The Dynamic Scheduler is based on the scheduler extender mechanism to get the node load from the Prometheus data. It adopts a scheduling policy based on the actual node load and performs intervention during pre-selection and preferential selection, so that Pods are preferentially scheduled to low-load nodes. This add-on consists of node-annotator and the dynamic scheduler.

node-annotator

node-annotator is responsible for regularly pulling the metrics of the node load from the monitoring data and sync them to the annotation of the node.
Note:
After the add-on is deleted, the annotation generated by node-annotator will not be cleared automatically and needs to be cleared manually.




Dynamic scheduler

The dynamic scheduler is a scheduler extender that filters and scores the nodes during pre-selection and preferential selection based on the load data of the node annotation.

Pre-selection policy

To avoid scheduling Pods to high-load nodes, you need to filter out some high-load nodes during pre-selection. You can dynamically configure the filter policy and ratio as instructed in Add-On Parameter Description. As both node 2's load in the past five minutes and node 3's load in the past hour exceed the threshold, they will not be included in preferential selection.

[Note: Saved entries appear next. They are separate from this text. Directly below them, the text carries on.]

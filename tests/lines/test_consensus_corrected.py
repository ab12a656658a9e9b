"""The consensus on 24 real trials, against the lines that two correctors agreed on.

A fixation that they discarded is right only if it is discarded; one that they kept is wrong if it
is. None of the constants was fitted to these trials.
"""

from __future__ import annotations

from functools import cache

import numpy as np
import pytest

from etl.lines import METHODS, MethodSettings
from etl.lines.consensus import LineAssignment, assign_by_consensus
from tests.lines.corrected import ABSENT, PASSAGES, Corrected, corrected_trials

pytestmark = pytest.mark.skipif(not PASSAGES.is_dir(), reason=ABSENT)


@cache
def answers() -> list[tuple[Corrected, LineAssignment]]:
    """All trials with what the consensus makes of them."""
    return [
        (t, assign_by_consensus(t.x_px, t.y_px, t.duration_ms, t.passage))
        for t in corrected_trials()
    ]


def right_of_kept() -> np.ndarray:
    """For each trial, the share of fixations kept by hand that are on the right line."""
    return np.array([np.mean((got.line == t.line)[t.kept]) for t, got in answers()])


def right_of_all() -> np.ndarray:
    """For each trial, the share of all fixations that are right."""
    return np.array([np.mean(got.line == t.line) for t, got in answers()])


def test_fixations_that_correctors_kept_are_on_their_lines() -> None:
    """On average at least 99.5 % of a trial, and in no trial under 95 %."""
    assert len(answers()) == 24
    assert right_of_kept().mean() >= 0.995
    assert right_of_kept().min() >= 0.95


def test_discarded_fixations_count_too() -> None:
    """On average at least 98.5 %."""
    assert right_of_all().mean() >= 0.985


@pytest.mark.parametrize("method", METHODS)
def test_no_single_method_is_as_good(method: str) -> None:
    """Neither on the fixations that were kept nor in the worst trial."""
    single = np.array(
        [
            np.mean(
                (METHODS[method](t.x_px, t.y_px, t.passage, MethodSettings()) + 1 == t.line)[t.kept]
            )
            for t, _ in answers()
        ]
    )
    assert right_of_kept().mean() > single.mean()
    assert right_of_kept().min() > single.min()


def test_sure_trials_are_right() -> None:
    """At least 97 % of what was kept, in every trial that is marked sure; most are."""
    sure = np.array([got.sure for _, got in answers()])
    assert right_of_kept()[sure].min() >= 0.97
    assert sure.mean() >= 0.8


def test_trial_that_ends_with_a_contested_jump_is_not_sure() -> None:
    """Reader 17 ends on an earlier line; methods and correctors do not agree on which."""
    assert [got.sure for t, got in answers() if t.reader == "17"] == [False]


def test_unsure_fixations_are_wrong_more_often() -> None:
    """Confidence tells: below nine in ten at least ten times as many are wrong as above."""
    wrong = np.concatenate([got.line != t.line for t, got in answers()])
    unsure = np.concatenate([got.confidence for _, got in answers()]) < 0.9
    assert wrong[unsure].mean() > 10 * wrong[~unsure].mean()
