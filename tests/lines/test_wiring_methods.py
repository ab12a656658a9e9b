"""Passages that drift, built as a study: which method finds the words that were read."""

from __future__ import annotations

from pathlib import Path

import pytest

from etl.lines import METHODS
from tests.end_to_end.building import rows_of, tables_of
from tests.lines.passages_study import (
    HEIGHT,
    LAYOUT,
    STUDY,
    TEXT,
    TOP,
    Built,
    Fixated,
    Passages,
    boxes_file,
    read_through,
    region_file,
)

DRIFTED = Passages({("A1", "1"): read_through(1), ("A1", "2"): read_through(2)})
#: A text of one line, and a reader of it.
ONE_LINE = TEXT[:1]


@pytest.fixture(scope="module")
def drifted(tmp_path_factory: pytest.TempPathFactory) -> Built:
    """Two drifted trials, built without a word about lines."""
    return DRIFTED.built(tmp_path_factory.mktemp("drifted"))


def test_consensus_finds_every_word_of_drifted_trials(drifted: Built) -> None:
    """Where the study file says nothing of lines, they are told by consensus."""
    assert drifted.right() == 1.0


def test_nearest_lines_are_wrong_in_drifted_trials(tmp_path: Path) -> None:
    """The drift reaches beyond half the distance between lines, so that the nearest is another."""
    assert (DRIFTED + '[lines]\nmethod = "nearest"\n').built(tmp_path).right() < 0.8


def test_saying_nothing_is_saying_consensus(tmp_path: Path, drifted: Built) -> None:
    """The stated default gives the same tables as its absence."""
    stated = (DRIFTED + '[lines]\nmethod = "consensus"\n').built(tmp_path)
    own, other = tables_of(drifted.folder), tables_of(stated.folder)
    assert {name for name in own if own[name] != other[name]} <= {"audit.html"}


@pytest.mark.parametrize("method", METHODS)
def test_every_published_method_is_built_as_it_is(tmp_path: Path, method: str) -> None:
    """Fixations close to their lines: the tables hold the lines of the method asked for."""
    near = Passages({("A1", "1"): read_through(3, shift=0.0, noise_px=2.0)})
    built = (near + f'[lines]\nmethod = "{method}"\n').built(tmp_path)
    assert built.right(lines=True) == 1.0
    assert {row["line_confidence"] for row in built.fixations} == {None}


def test_settings_reach_their_method(tmp_path: Path) -> None:
    """Lines stretched by a half are found within bounds that allow it, not within the published."""
    shifted = Passages({("A1", "1"): read_through(4, shift=0.5, noise_px=2.0)})
    wide = '[lines]\nmethod = "stretch"\nstretch = { scale = [0.5, 1.1] }\n'
    narrow = '[lines]\nmethod = "stretch"\n'
    assert (shifted + wide).built(tmp_path / "wide").right(lines=True) == 1.0
    assert (shifted + narrow).built(tmp_path / "narrow").right(lines=True) < 1.0


def test_right_to_left_text_is_read_in_a_mirror(tmp_path: Path) -> None:
    """The same drift, the other way round."""
    made = Passages(
        {("A1", "1"): read_through(5, right_to_left=True)},
        STUDY + 'direction = "rtl"\n',
    )
    built = made.built(tmp_path)
    assert built.right() == 1.0
    assert sum(row["return_sweep"] for row in built.fixations) == len(TEXT) - 1


@pytest.mark.parametrize("right_to_left", [False, True], ids=["to the right", "to the left"])
def test_boxes_of_several_lines_are_read_by_lines(tmp_path: Path, right_to_left: bool) -> None:
    """The direction follows from the order of the boxes; on its line only x decides."""
    made = Passages(
        {("A1", "1"): read_through(6, right_to_left=right_to_left)},
        STUDY.replace(LAYOUT, "").replace('"words"', '"boxes"'),
        boxes_file(right_to_left=right_to_left),
    )
    built = made.built(tmp_path)
    assert built.right() == 1.0
    assert sum(row["return_sweep"] for row in built.fixations) == len(TEXT) - 1


def test_boxes_may_be_taken_by_themselves(tmp_path: Path) -> None:
    """Without a method a fixation belongs to the box in which it lies, if to any."""
    made = Passages(
        {("A1", "1"): read_through(6)},
        STUDY.replace(LAYOUT, '[lines]\nmethod = "none"\n')
        .replace('"words"', '"boxes"')
        .replace("tolerance_px = 20\n", ""),
        boxes_file(),
    )
    built = made.built(tmp_path)
    assert built.right() < 0.8
    rows = built.fixations
    assert {row["line_confidence"] for row in rows} == {None}
    for row, truth in zip(rows, made.trials["A1", "1"], strict=True):
        within_px = (truth.y_px - TOP) % HEIGHT
        assert row["region"] is None or 12 <= within_px < HEIGHT - 12
        of_box = 1 + (truth.y_px - TOP) // HEIGHT
        assert row["line"] == (None if row["region"] is None else of_box)


def test_polygons_of_several_lines_are_read_by_lines(tmp_path: Path) -> None:
    """A polygon is looked up on the line that the fixation was found to be on."""
    rows = [row.split("\t") for row in boxes_file().splitlines()[1:]]
    lines = ["item\tregion\torder\twkt"]
    for item, region, order, left, top, right, bottom in rows:
        corners = f"{left} {top}, {right} {top}, {right} {bottom}, {left} {bottom}, {left} {top}"
        lines.append(f"{item}\t{region}\t{order}\tPOLYGON (({corners}))")
    made = Passages(
        {("A1", "1"): read_through(6)},
        STUDY.replace(LAYOUT, "").replace('"words"', '"wkt"'),
        "\n".join(lines) + "\n",
    )
    assert made.built(tmp_path).right() == 1.0


def test_regions_as_wide_as_lines_are_read_by_lines(tmp_path: Path) -> None:
    """A text whose regions are whole lines says no less about where they begin and end."""
    lines = [line.replace(" ", "\u00b7") for line in TEXT]  # no blank in it: one word a line
    truth = [Fixated(f.x_px, f.y_px, f.line, f.line) for f in read_through(7)]
    built = Passages({("A1", "1"): truth}, regions=region_file(lines)).built(tmp_path)
    assert built.right() == 1.0


def test_blank_lines_are_counted(tmp_path: Path) -> None:
    """Lines are numbered as on the screen, blank ones included."""
    lines = [TEXT[0], "", *TEXT[1:]]
    made = read_through(8, lines=[line or "-" for line in lines], shift=0.0)
    truth = [Fixated(f.x_px, f.y_px, f.line, f.order - (f.line > 1)) for f in made if f.line != 2]
    built = Passages({("A1", "1"): truth}, regions=region_file(lines)).built(tmp_path)
    assert built.right(lines=True) == built.right() == 1.0


def test_one_line_texts_keep_their_tables(tmp_path: Path) -> None:
    """Where no text has several lines no column tells of them, and y decides as ever."""
    beside = [Fixated(f.x_px, f.y_px + 60, 0, 0) for f in read_through(9, lines=ONE_LINE)]
    made = Passages(
        {("A1", "1"): read_through(9, lines=ONE_LINE), ("A1", "2"): beside},
        regions=region_file(ONE_LINE),
    )
    built = made.built(tmp_path)
    assert built.right() == 1.0
    for table in ("fixations", "trials"):
        assert "line_confidence" not in rows_of(built.folder, table)[0]
    assert "fixations on no line" not in built.result.counts


def test_trials_say_how_sure_their_lines_are(drifted: Built) -> None:
    """Every kept trial has its confidence, every fixation too."""
    sure = [row["line_confidence"] for row in rows_of(drifted.folder, "trials")]
    assert len(sure) == 2
    assert all(0.9 < value <= 1 for value in sure)
    assert all(0 < row["line_confidence"] <= 1 for row in drifted.fixations)


def test_return_sweeps_are_labelled(drifted: Built) -> None:
    """One sweep onto each line after the first, on its first fixation."""
    rows = drifted.fixations
    swept = [row["fixation"] for row in rows if row["return_sweep"] and row["trial"] == 1]
    begins = [
        number
        for number, (one, before) in enumerate(
            zip(DRIFTED.trials["A1", "1"][1:], DRIFTED.trials["A1", "1"], strict=False), start=2
        )
        if one.line > before.line
    ]
    assert swept == begins


@pytest.mark.slow
def test_same_bytes_with_any_number_of_workers(tmp_path: Path) -> None:
    """Lines are told reader by reader; who does it changes nothing."""
    trials = {(f"A{n}", "1"): read_through(n, noise_px=12.0) for n in range(1, 4)}
    one = Passages(trials).built(tmp_path / "one")
    two = Passages(trials).built(tmp_path / "two", workers=2)
    assert tables_of(one.folder) == tables_of(two.folder)
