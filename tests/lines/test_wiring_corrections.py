"""Lines set by hand: what they change, what they cost, and what is wrong with a table of them."""

from __future__ import annotations

import hashlib
import json
from pathlib import Path

import pytest

import etl
from tests.end_to_end.building import rows_of
from tests.lines.passages_study import (
    STUDY,
    Built,
    Fixated,
    Passages,
    read_through,
    region_file,
)

NAMED = '[lines]\ncorrections = "hand.csv"\n'
TRIALS = {("A1", "1"): read_through(1), ("A2", "1"): read_through(2)}
HEAD = "participant,trial,fixation,line\n"


def corrected(rows: str, *, study: str = STUDY + NAMED, head: str = HEAD) -> Passages:
    """The drifted trials with a table of corrections."""
    return Passages(TRIALS, study, more={"hand.csv": head + rows})


@pytest.fixture(scope="module")
def built(tmp_path_factory: pytest.TempPathFactory) -> Built:
    """Fixation 5 of reader A1 on line 3, and 8 on none; without them they are on line 1."""
    return corrected("A1,1,5,3\nA1,1,8,0\n").built(tmp_path_factory.mktemp("hand"))


def test_hand_overrides_the_method(built: Built) -> None:
    """The fixation is looked up by its x on the line given; on none it is outside."""
    by_number = {row["fixation"]: row for row in built.fixations if row["participant"] == "A1"}
    assert by_number[5]["line"] == 3
    words_before = sum(f.line < 3 for f in TRIALS["A1", "1"])
    assert by_number[5]["region_order"] > words_before
    assert (by_number[8]["line"], by_number[8]["region"]) == (None, None)
    assert by_number[5]["line_confidence"] == by_number[8]["line_confidence"] == 1.0


def test_only_the_named_fixations_change(built: Built) -> None:
    """All others are where they were."""
    changed = [
        row["fixation"]
        for row in built.fixations
        if row["line"] != TRIALS[row["participant"], "1"][row["fixation"] - 1].line
    ]
    assert changed == [5, 8]


def test_ledger_says_what_was_there_before(built: Built) -> None:
    """A row a correction, with the line before and after, charged to nothing."""
    rows = [(row["fixation"], row["rule"], row["observed"], row["action"]) for row in built.ledger]
    assert rows == [
        ("5", "line_corrections", "line 1", "line set to 3"),
        ("8", "line_corrections", "line 1", "line set to none"),
    ]
    assert built.result.counts["fixations kept"] == len(built.fixations)
    assert built.result.counts["lines set by hand"] == 2


def test_trial_is_sure_by_hand_where_all_of_it_was_set(built: Built, tmp_path: Path) -> None:
    """Two corrections say nothing about the rest of a trial; a table of all its lines does."""
    sure = {r["participant"]: r["line_confidence"] for r in rows_of(built.folder, "trials")}
    assert sure["A1"] < 1.0
    assert sure["A2"] < 1.0
    every = "".join(f"A1,1,{n},{f.line}\n" for n, f in enumerate(TRIALS["A1", "1"], start=1))
    whole = corrected(every).built(tmp_path)
    sure = {r["participant"]: r["line_confidence"] for r in rows_of(whole.folder, "trials")}
    assert sure["A1"] == 1.0
    assert sure["A2"] < 1.0


def test_table_is_among_the_inputs(built: Built, tmp_path: Path) -> None:
    """With its digest, under a role of its own."""
    made = corrected("A1,1,5,3\nA1,1,8,0\n")
    file = made.written(tmp_path).parent / "hand.csv"
    record = json.loads((built.folder / "run.json").read_text(encoding="utf-8"))
    assert {
        "file": "hand.csv",
        "role": "line corrections",
        "sha256": hashlib.sha256(file.read_bytes()).hexdigest(),
    } in record["inputs"]


@pytest.mark.parametrize("method", ["nearest", "slice", "consensus"])
def test_corrections_go_with_any_method(tmp_path: Path, method: str) -> None:
    """The hand has the last word."""
    study = STUDY + NAMED + f'method = "{method}"\n'
    built = corrected("A1,1,2,7\n", study=study).built(tmp_path)
    assert built.fixations[1]["line"] == 7


def test_hand_brings_back_what_belonged_to_no_line(tmp_path: Path) -> None:
    """The ledger tells of the correction, and no longer of a fixation on no line."""
    away = [Fixated(400.0, 850.0, 0, 0), Fixated(420.0, 855.0, 0, 0)]
    made = read_through(3, shift=0.02)
    trials = {("A1", "1"): [*made, *away]}
    without = Passages(trials).built(tmp_path / "without")
    assert [row["rule"] for row in without.ledger] == ["no_line", "no_line"]
    last = len(made) + 2
    hand = HEAD + f"A1,1,{last},7\n"
    built = Passages(trials, STUDY + NAMED, more={"hand.csv": hand}).built(tmp_path / "hand")
    assert [(row["fixation"], row["rule"], row["observed"]) for row in built.ledger][1:] == [
        (str(last), "line_corrections", "no line")
    ]
    assert [row["line"] for row in built.fixations[-2:]] == [None, 7]


def test_line_is_set_where_the_position_is_not_known(tmp_path: Path) -> None:
    """Such a fixation is on the line given, in no region."""
    made = corrected("A1,1,4,2\n")
    study = made.written(tmp_path)
    log = study.parent / "logs" / "A1.tsv"
    rows = log.read_text(encoding="utf-8").splitlines()
    cells = rows[4].split("\t")
    rows[4] = "\t".join([*cells[:5], "", ""])
    log.write_text("\n".join(rows) + "\n", encoding="utf-8", newline="\n")
    etl.build(etl.load_study(study), into=tmp_path / "out")
    own = rows_of(tmp_path / "out", "fixations")[3]
    assert (own["line"], own["region"], own["line_confidence"]) == (2, None, 1.0)


def test_headers_of_the_logs_serve_too(tmp_path: Path) -> None:
    """The reader's column may be called as in the logs."""
    head = "reader,trial,fixation,line\n"
    assert corrected("A1,1,5,3\n", head=head).built(tmp_path).fixations[4]["line"] == 3


@pytest.mark.parametrize(
    ("rows", "expected"),
    [
        pytest.param(
            "A1,1,99999,2\n",
            'hand.csv:2: the trial has no fixation of this number; found "reader A1, fixation '
            f'99999", expected a number from 1 to {len(TRIALS["A1", "1"])}, as in the table '
            "fixations\n    fix: correct the row, or remove it",
            id="no such fixation",
        ),
        pytest.param(
            "A1,1,5,8\n",
            'hand.csv:2: the text has no line of this number; found "8", expected a line from 1 '
            "to 7, or 0 for no line; the text is defined in regions.tsv:2\n"
            "    fix: correct the row, or remove it",
            id="no such line",
        ),
        pytest.param(
            "A1,1,5,3\nA2,1,5,3\nA1,1,5,2\n",
            'hand.csv:4: the line of a fixation is set twice; found "participant A1, trial 1, '
            'fixation 5", expected one row for each; line 2 holds the other\n'
            "    fix: remove one of the two rows",
            id="set twice",
        ),
        pytest.param(
            "A9,1,5,3\n",
            'hand.csv:2: the correction is on a reader that no log has; found "participant A9, '
            'trial 1, fixation 5", expected a reader of the logs\n'
            "    fix: correct the row, or remove it",
            id="no such reader",
        ),
        pytest.param(
            "A1,7,5,3\n",
            'hand.csv:2: the correction is on a trial that no log has; found "participant A1, '
            'trial 7, fixation 5", expected a trial of the logs\n'
            "    fix: correct the row, or remove it",
            id="no such trial",
        ),
        pytest.param(
            "A1,1,0,3\n",
            'hand.csv:2: column "fixation": this is no number of a fixation; found "0", expected '
            "a whole number from 1\n    fix: correct the cell, or remove the row",
            id="fixation 0",
        ),
        pytest.param(
            "A1,1,5,1.5\n",
            'hand.csv:2: column "line": this is no number of a line; found "1.5", expected a '
            "whole number from 0; 0 is no line\n    fix: correct the cell, or remove the row",
            id="half a line",
        ),
        pytest.param(
            "A1,,5,1\n",
            'hand.csv:2: column "trial": the cell is empty; found "", expected the trial of the '
            "fixation\n    fix: correct the cell, or remove the row",
            id="no trial given",
        ),
    ],
)
def test_wrong_row_is_refused_with_its_line(tmp_path: Path, rows: str, expected: str) -> None:
    """What fits nothing is an error, never left aside."""
    assert corrected(rows).refused(tmp_path) == [expected]


def test_missing_column_is_named(tmp_path: Path) -> None:
    """Each column that is needed and not there is told."""
    problems = corrected("A1,1,5\n", head="participant,trial,fixation\n").refused(tmp_path)
    assert len(problems) == 1
    assert problems[0].startswith('hand.csv:1: there is no column "line"')


def test_text_of_one_line_has_nothing_to_correct(tmp_path: Path) -> None:
    """A table of lines where no text has several is a slip."""
    one = read_through(3, lines=["The old ladder"])
    made = Passages(
        {("A1", "1"): one},
        STUDY + NAMED,
        region_file(["The old ladder"]),
        {"hand.csv": HEAD + "A1,1,1,1\n"},
    )
    (problem,) = made.refused(tmp_path)
    assert "lines.corrections: lines are set by hand, but no text has several" in problem


def test_skipped_trial_is_told_and_nothing_changes(tmp_path: Path) -> None:
    """A correction of a trial that is no part of the study is a note."""
    study = STUDY + NAMED + '[trials]\nskip = { participant = ["A2"] }\n'
    built = corrected("A2,1,5,3\n", study=study).built(tmp_path)
    notes = [one.problem for one in built.result.findings if one.path == "hand.csv"]
    assert notes == ["lines are set in a trial that is no part of the study, which changes nothing"]
    assert [row["rule"] for row in built.ledger] == ["skip"]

Preferential selection policy

To balance the loads on each node in the cluster, the dynamic scheduler will score the nodes based on their load data. The lower the load, the higher the score. Node 1 with the highest score will be preferentially selected for scheduling. You can dynamically configure the scoring policy and weights as instructed in Add-On Parameter Description.



Add-On Parameter Description

Prometheus data query address

Note:
To ensure that the required monitoring data can be pulled by the add-on and the scheduling policy can take effect, follow the Configuring the Prometheus rule step in Deploying dependencies to configure the monitoring data collection rules.
Default values have been set for the pre-selection and preferential selection parameters. If you have no special requirements, you can directly use them.
If you use the self-built Prometheus service, just enter the data query URL (HTTPS/HTTPS).
If you use the managed Prometheus service, just select the managed instance ID, and the system will automatically parse the data query URL of the instance.

Pre-selection parameters

Default Value of the Pre-selection Parameter
Description
Average CPU utilization threshold in five minutes
If the average CPU utilization of the node in the past five minutes exceeds the configured threshold, no Pods will be scheduled to the node.
Maximum CPU utilization threshold in an hour
If the maximum CPU utilization of the node in the past hour exceeds the configured threshold, no Pods will be scheduled to the node.
Average memory utilization threshold in five minutes
If the average memory utilization of the node in the past five minutes exceeds the configured threshold, no Pods will be scheduled to the node.
Maximum memory utilization threshold in an hour
If the maximum memory utilization of the node in the past hour exceeds the configured threshold, no Pods will be scheduled to the node.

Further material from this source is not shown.